How Morality Evolved

Audiobook
1 of 1 copy available
1 of 1 copy available

"It's the animal in us," we often hear when we've been bad. But why not when we're good? Primates and Philosophers tackles this question by exploring the biological foundations of one of humanity's most valued traits: morality.

In this provocative audiobook, primatologist Frans de Waal argues that modern-day evolutionary biology takes far too dim a view of the natural world, emphasizing our "selfish" genes. Science has thus exacerbated our reciprocal habits of blaming nature when we act badly and labeling the good things we do as "humane". Seeking the origin of human morality not in evolution but in human culture, science insists that we are moral by choice, not by nature.

Citing remarkable evidence based on his extensive research of primate behavior, de Waal attacks "Veneer Theory", which posits morality as a thin overlay on an otherwise nasty nature. He explains how we evolved from a long line of animals that care for the weak and build cooperation with reciprocal transactions. Drawing on both Darwin and recent scientific advances, de Waal demonstrates a strong continuity between human and animal behavior. In the process, he also probes issues such as anthropomorphism and human responsibilities toward animals.
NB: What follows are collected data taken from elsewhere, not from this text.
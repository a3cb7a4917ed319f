//! The spec's reader keys reach the reader: delimiter, decimal comma and
//! missing-value tokens, for files named `.csv` whatever their delimiter.

use strata::scene::Node;
use strata::{render, DataBytes, RenderOptions};

fn ys(spec: &str, bytes: &[u8]) -> Vec<serde_json::Value> {
    let r = render(spec, Some(DataBytes { bytes, name: "regen.csv" }), &RenderOptions::default()).unwrap_or_else(|e| panic!("{e}"));
    r.scene
        .marks()
        .into_iter()
        .filter_map(|m| match m {
            Node::Rect { datum: Some(d), .. } => d.get("y").cloned(),
            _ => None,
        })
        .collect()
}

const BARS: &str = r#"{"layers":[{"draw":"bar","x":"station","y":"rain"}]"#;

#[test]
fn semicolon_file_named_csv_is_sniffed() {
    // A semicolon-separated file with a decimal point: the .csv name does not force commas.
    let v = ys(&format!("{BARS}}}"), b"station;rain\nA;1.5\nB;2.25\n");
    assert_eq!(v, vec![serde_json::json!(1.5), serde_json::json!(2.25)]);
}

#[test]
fn decimal_comma_and_missing_tokens_from_the_spec() {
    let spec = format!(r#"{BARS},"data":{{"delimiter":";","decimal_comma":true,"missing":["k. A."]}}}}"#);
    let v = ys(&spec, b"station;rain\nA;1,5\nB;k. A.\nC;2,25\n");
    // B is missing, so it draws no bar.
    assert_eq!(v, vec![serde_json::json!(1.5), serde_json::json!(2.25)]);
}

#[test]
fn an_unknown_delimiter_is_a_located_error() {
    let e = strata::spec::parse_spec(&format!(r#"{BARS},"data":{{"delimiter":":"}}}}"#)).unwrap_err();
    assert_eq!(e.0[0].at.path, "data.delimiter");
}

#[test]
fn keys_not_drawn_yet_say_so_at_their_path() {
    let spec = r#"{"layers":[{"draw":"bar","x":"station","y":"rain","tip":["rain"]}],"panels":{"by":"station"},"notes":[{"x":"A","text":"wet"}]}"#;
    let r = render(spec, Some(DataBytes { bytes: b"station,rain\nA,1\nB,2\n", name: "d.csv" }), &RenderOptions::default()).unwrap();
    let paths: Vec<&str> = r.warnings.iter().filter(|w| w.code == "spec.not_drawn_yet").map(|w| w.at.path.as_str()).collect();
    assert_eq!(paths, vec!["panels", "notes", "layers[0].tip"]);
}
Based on the Tanner Lectures de Waal delivered at Princeton University's Center for Human Values in 2004, Primates and Philosophers includes responses by the philosophers Peter Singer, Christine M. Korsgaard, and Phillip Kitcher, and the science writer Robert Wright. They press de Waal to clarify the differences between humans and other animals, yielding a lively debate that will fascinate all those who wonder about the origins and reach of human goodness.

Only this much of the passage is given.